→ **Work request**
Copy out again, unchanged, the listing below from the line that has "const evens = made.value.map((settled)" through the line that has "function rangeFrom(monthCount: number, settled: readonly".

→ **Source records**
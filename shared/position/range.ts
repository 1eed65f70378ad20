import type { CompiledUsage } from '../settlement/compile-usage.ts';
import { keptAt } from '../settlement/place.ts';
import { orRefusal, refuse } from '../settlement/refused.ts';
import { EMPTY_OPENING } from '../settlement/settlement.ts';
import { cents } from '../units/cents.ts';
import type { Day } from '../units/day.ts';
import type { EnergyCycle, ProjectionBasis } from './basis.ts';
import { settleAlone, settleSide } from './bill-side.ts';
import { drawing } from './chance.ts';
import { candidateAt, candidatesOf, completeCycles, drawnEnergy, type Urns, urnsOf } from './draws.ts';
import type { Range } from './outlook.ts';
import type { PeriodEnergy } from './periods.ts';
import { evenOn, moneyOfProduction, type ProjectionParts, projectParts } from './project.ts';

export type MadeRange = { ok: true; range: Range } | { ok: false; why: string };

/** Complete cycles a range needs. */
export const CYCLES_FOR_RANGE = 12;

const RESAMPLES = 200;

/** Where the plan cannot be compiled each future is settled in full, about twenty times as slow. */
const FULL_RESAMPLES = 40;

const SEED = 19_051_884;

/**
 * The 10–90 % range of the base projection: its months drawn again from the house's own, with their production, use and share sent out together, each
 * month for itself, and every bill settled again by the plan's rules with its banks carried on. The same basis and seed give the same range. What the draws leave
 * as it is: prices, degradation, the plan, and whatever would change for many months at once.
 */
export function rangeOf(basis: ProjectionBasis, options: { seed?: number; resamples?: number } = {}): MadeRange {
  const complete = completeCycles(basis).length;
  if (complete < CYCLES_FOR_RANGE) {
    return { ok: false, why: `A range needs twelve complete cycles; the record has ${complete}.` };
  }
  const parts = projectParts(basis);
  if (!parts.ok) return parts;
  const resamples = options.resamples ?? (parts.sides.roof.compiled === null ? FULL_RESAMPLES : RESAMPLES);
  const future = futures(basis, parts, drawing(options.seed ?? SEED));
  const made = orRefusal(() => Array.from({ length: resamples }, () => future()));
  if (!made.ok) return { ok: false, why: `A drawn month cannot be settled. ${made.problem.detail}` };
  const days = parts.months.map((month) => month.on);
  const evens = made.value.map((settled) => evenOn(basis.evenSince, days, settled));
  return { ok: true, range: rangeFrom(days.length, made.value, evens) };
}

function rangeFrom(monthCount: number, settled: readonly Float64Array[], evens: readonly (Day | null)[]): Range {
  const count = settled.length;
  const low = Math.ceil(count * 0.1) - 1;
  const high = Math.ceil(count * 0.9) - 1;
  const column = new Float64Array(count);
  const months = Array.from({ length: monthCount }, (_, month) => {
    for (const [at, line] of settled.entries()) column[at] = Number(line[month]);
    column.sort();
    return { lowCents: cents(Number(column[low])), highCents: cents(Number(column[high])) };
  });
  // A future that does not come even within the horizon comes after all that do.
  const inOrder = evens.filter((even) => even !== null).sort();
  return {
    resamples: count,
    months,
    evenEarliest: inOrder[low] ?? null,
    evenLatest: inOrder[high] ?? null,
    evenWithin: inOrder.length,
  };
}

/** Draws one future after another: what is settled at the end of each month, in cents. Refuses where a plan refuses a drawn month. */
function futures(basis: ProjectionBasis, parts: ProjectionParts, draw: (below: number) => number): () => Float64Array {
  const { sides, months, periods } = parts;
  const fixed = fixedOf(parts);
  const table = drawTable(parts, urnsOf(basis));
  const opening = { ...basis.opening, balanceCents: null };
  // A bill that carries nothing on is in the table already.
  const isAlone = sides.plain.isStateless && sides.plain.compiled !== null;
  const chosen: Drawn[] = [];
  return () => {
    for (const at of periods.keys()) chosen[at] = table(at, draw);
    const roof = settleSide(sides.roof, opening, (at) => keptAt(chosen, at).roof);
    if (!roof.ok) return refuse(roof.why);
    const plain = isAlone ? null : settleSide(sides.plain, EMPTY_OPENING, (at) => keptAt(chosen, at).plain);
    if (plain && !plain.ok) return refuse(plain.why);
    const settled = new Float64Array(months.length);
    let running = 0;
    for (const [at, drawn] of chosen.entries()) {
      const without = plain ? plain.value.dueCents[at] : drawn.plainCents;
      running += Number(without) - Number(roof.value.dueCents[at]) + drawn.madeCents;
      settled[at] = Number(fixed[at]) + running + Number(roof.value.bankCents[at]);
    }
    return settled;
  };
}

/** What of settled today does not hang on the month's energy, by month. */
function fixedOf({ months, bills, made }: ProjectionParts): number[] {
  let running = 0;
  return months.map((month, at) => {
    running += Number(bills[at]?.avoidedCents) + Number(made[at]?.incentiveCents) + Number(made[at]?.purchaseCents);
    return month.settledTodayCents - running - Number(bills[at]?.bankCents);
  });
}

/** A period as one of its candidates has it, worked out once: there are few, and every future draws among them. */
type Drawn = {
  roof: CompiledUsage;
  plain: CompiledUsage;
  madeCents: number;
  /** The bill without the roof, where it carries nothing on from month to month. */
  plainCents: number | null;
};

function drawTable(parts: ProjectionParts, urns: Urns): (at: number, draw: (below: number) => number) => Drawn {
  const { periods, energies, sides, facts } = parts;
  const rows = periods.map((period, at) => {
    const urn = candidatesOf(urns, period);
    const known: (Drawn | undefined)[] = [];
    return { period, at, urn, base: keptAt(energies, at), known };
  });
  const make = ({ at, period }: (typeof rows)[number], energy: PeriodEnergy, cycle: EnergyCycle | null): Drawn => {
    const money = moneyOfProduction(facts, null, period, energy.productionWh);
    const plain = sides.usageWithout(at, energy, cycle);
    return {
      roof: sides.usageWith(at, energy, cycle),
      plain,
      madeCents: money.incentiveCents + money.purchaseCents,
      plainCents: settleAlone(sides.plain, at, plain),
    };
  };
  return (at, draw) => {
    const row = keptAt(rows, at);
    const { urn, base, period, known } = row;
    const index = urn.days === 0 ? 0 : candidateAt(urn, draw(urn.days));
    const found = known[index];
    if (found !== undefined) return found;
    const candidate = urn.candidates[index];
    const made = candidate
      ? make(row, drawnEnergy(urns, period, candidate, base), candidate.cycle)
      : make(row, base, null);
    known[index] = made;
    return made;
  };
}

→ **Task result**
  const evens = made.value.map((settled) => evenOn(basis.evenSince, days, settled));
  return { ok: true, range: rangeFrom(days.length, made.value, evens) };
}

function rangeFrom(monthCount: number, settled: readonly Float64Array[], evens: readonly (Day | null)[]): Range {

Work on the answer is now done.